[Records from a data collection]
class ModbusTestServer:
    """A pymodbus server (SimDevice) with separate coil, holding and input tables per unit.

    ``registers`` holding and input registers and ``coils`` coils per unit, all
    zero at first. Values survive :meth:`stop` / :meth:`start`.
    """

    def __init__(
        self,
        units: Iterable[int] = (1,),
        *,
        registers: int = 1024,
        coils: int = 64,
        host: str = LOOPBACK,
        port: int | None = None,
        serial_device: str | None = None,
    ) -> None:
        self.units = tuple(units)
        self.host = host
        self.port = port if port is not None else free_port()
        self.serial_device = serial_device
        self.device: str | None = None
        """For an RTU server: the pty the client opens."""
        self.registers = registers
        self.coils = coils
        self.requests: list[ModbusRequest] = []
        self.delay_s = 0.0
        self.clock: Any = None
        """The clock ``delay_s`` is waited on (None: the real one)."""
        """Answer every request this much later (a slow device)."""
        self.exception_code: int | None = None
        """Answer every request with this Modbus exception code (e.g. 4, server device failure)."""
        self.write_filter: Callable[[int, int, list[Any]], None] | None = None
        """Called as ``(function_code, address, values)`` for every write; may change ``values``
        in place (a device that ignores or garbles writes)."""
        self._tables: dict[int, dict[str, list[Any]]] = {
            unit: {
                "holding": [0] * registers,
                "input": [0] * registers,
                "coil": [False] * coils,
            }
            for unit in self.units
        }
        self._server: Any = None
        self._local = 0

    # ------------------------------------------------------------- lifecycle

    def _devices(self) -> list[Any]:
        from pymodbus.simulator import DataType, SimData, SimDevice

        devices = []
        for unit in self.units:
            table = self._tables[unit]
            devices.append(
                SimDevice(
                    id=unit,
                    simdata=(
                        [SimData(0, values=list(table["coil"]), datatype=DataType.BITS)],
                        [SimData(0, values=[False] * 16, datatype=DataType.BITS)],
                        [SimData(0, values=list(table["holding"]), datatype=DataType.REGISTERS)],
                        [SimData(0, values=list(table["input"]), datatype=DataType.REGISTERS)],
                    ),
                    action=self._action,
                )
            )
        return devices

    def _trace(self, sending: bool, pdu: Any) -> Any:
        if not sending:
            self.requests.append(
                ModbusRequest(
                    int(pdu.dev_id),
                    int(pdu.function_code),
                    int(getattr(pdu, "address", 0) or 0),
                    int(getattr(pdu, "count", 0) or 0),
                )
            )
        return pdu

    async def _action(
        self, function_code: int, _start: int, address: int, _count: int, _regs: Any, values: Any
    ) -> Any:
        if self._local:
            return None
        if self.delay_s:
            # On the test's clock when it set one (a slow device in virtual time).
            await (asyncio.sleep if self.clock is None else self.clock.sleep)(self.delay_s)
        if self.exception_code is not None:
            from pymodbus.constants import ExcCodes

            return ExcCodes(self.exception_code)
        if values is not None and self.write_filter is not None:
            self.write_filter(function_code, address, values)
        return None

    async def start(self) -> None:
        """Start listening (again); returns once the server accepts connections."""
        if self._server is not None:
            return
        from pymodbus.server import ModbusSerialServer, ModbusTcpServer

        logging.getLogger("pymodbus").setLevel(logging.CRITICAL)
        if self.serial_device is None:
            self._server = ModbusTcpServer(
                self._devices(), address=(self.host, self.port), trace_pdu=self._trace
            )
        else:
            self._server = ModbusSerialServer(
                self._devices(), port=self.serial_device, baudrate=19200, trace_pdu=self._trace
            )
        await asyncio.wait_for(self._server.serve_forever(background=True), START_TIMEOUT_S)

    async def stop(self) -> None:
        """Stop answering, keeping the values for the next :meth:`start`."""
        server, self._server = self._server, None
        if server is None:
            return
        self._server = server
        for unit in self.units:
            table = self._tables[unit]
            table["holding"] = await self.get_registers("holding", 0, self.registers, unit)
            table["input"] = await self.get_registers("input", 0, self.registers, unit)
            table["coil"] = await self.get_coils(0, self.coils, unit)
        self._server = None
        await asyncio.wait_for(server.shutdown(), START_TIMEOUT_S)

    # ------------------------------------------------------------- values

    async def _get(self, unit: int, function_code: int, address: int, count: int) -> list[Any]:
        if self._server is None:
            raise RuntimeError("the test server is stopped")
        self._local += 1
        try:
            return list(await self._server.async_getValues(unit, function_code, address, count))
        finally:
            self._local -= 1

    async def _set(self, unit: int, function_code: int, address: int, values: list[Any]) -> None:
        if self._server is None:
            table = self._tables[unit]["coil" if function_code == 1 else _TABLE_OF[function_code]]
            table[address : address + len(values)] = values
            return
        self._local += 1
        try:
            await self._server.async_setValues(unit, function_code, address, values)
        finally:
            self._local -= 1

    async def set_registers(
        self, table: str, address: int, values: list[int], unit: int = 1
    ) -> None:
        """Put ``values`` into the ``input`` or ``holding`` table at ``address``."""
        await self._set(unit, _FUNCTION[table], address, [int(v) for v in values])

    async def get_registers(self, table: str, address: int, count: int, unit: int = 1) -> list[int]:
        return [int(v) for v in await self._get(unit, _FUNCTION[table], address, count)]

    async def set_coils(self, address: int, values: list[bool], unit: int = 1) -> None:
        await self._set(unit, 1, address, [bool(v) for v in values])

    async def get_coils(self, address: int, count: int, unit: int = 1) -> list[bool]:
        return [bool(v) for v in await self._get(unit, 1, address, count)]

    def reads(self, unit: int | None = None) -> list[ModbusRequest]:
        """The register and coil read requests received (function codes 1 to 4)."""
        return [
            r
            for r in self.requests
            if r.function_code in (1, 2, 3, 4) and (unit is None or r.unit_id == unit)
        ]


_TABLE_OF = {3: "holding", 4: "input"}

ServerFactory = Callable[..., Awaitable[ModbusTestServer]]


@pytest.fixture
async def modbus_tcp_server() -> AsyncIterator[ServerFactory]:
    """Factory of started TCP test servers on loopback: ``await modbus_tcp_server(units=(1,))``."""
    started: list[ModbusTestServer] = []

    async def make(**kwargs: Any) -> ModbusTestServer:
        server = ModbusTestServer(**kwargs)
        await server.start()
        started.append(server)
        return server

    try:
        yield make
    finally:
        for server in started:
            with contextlib.suppress(Exception):
                await server.stop()


class PtyPair:
    """``socat -d -d pty,raw,echo=0 pty,raw,echo=0``: two linked pseudo-terminals."""

    def __init__(self) -> None:
        self.process = subprocess.Popen(
            ["socat", "-d", "-d", "pty,raw,echo=0", "pty,raw,echo=0"],
            stdout=subprocess.DEVNULL,
            stderr=subprocess.PIPE,
            text=True,
        )
        self.ends: list[str] = []
        deadline = time.monotonic() + START_TIMEOUT_S
        assert self.process.stderr is not None
        while len(self.ends) < 2:
            if time.monotonic() > deadline or self.process.poll() is not None:
                self.close()
                raise RuntimeError("socat did not report two ptys")
            line = self.process.stderr.readline()
            match = re.search(r"PTY is (\S+)", line)
            if match:
                self.ends.append(match.group(1))

    def close(self) -> None:
        if self.process.poll() is None:
            self.process.terminate()
            try:
                self.process.wait(timeout=5)
            except subprocess.TimeoutExpired:
                self.process.kill()
                self.process.wait(timeout=5)
        if self.process.stderr is not None:
            self.process.stderr.close()


@pytest.fixture
async def modbus_rtu_server() -> AsyncIterator[ModbusTestServer]:
    """An RTU test server (unit 1) on one end of a socat pty pair; the client opens ``.device``."""
    if shutil.which("socat") is None:
        pytest.skip("socat is not installed (apt install socat)")
    pair = PtyPair()
    server = ModbusTestServer(units=(1,), serial_device=pair.ends[0])
    server.device = pair.ends[1]
    try:
        await server.start()
        yield server
    finally:
        with contextlib.suppress(Exception):
            await server.stop()
        pair.close()


@pytest.fixture
def pty_pair() -> Iterator[PtyPair]:
    """A bare socat pty pair (``.ends[0]``, ``.ends[1]``), for a server of the test's own."""
    if shutil.which("socat") is None:
        pytest.skip("socat is not installed (apt install socat)")
    pair = PtyPair()
    try:
        yield pair
    finally:
        pair.close()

* TASK ITEM: Copy out the lines of the data where the string "BITS" occurs.

* EXPECTED ANSWER:
                        [SimData(0, values=list(table["coil"]), datatype=DataType.BITS)],
                        [SimData(0, values=[False] * 16, datatype=DataType.BITS)],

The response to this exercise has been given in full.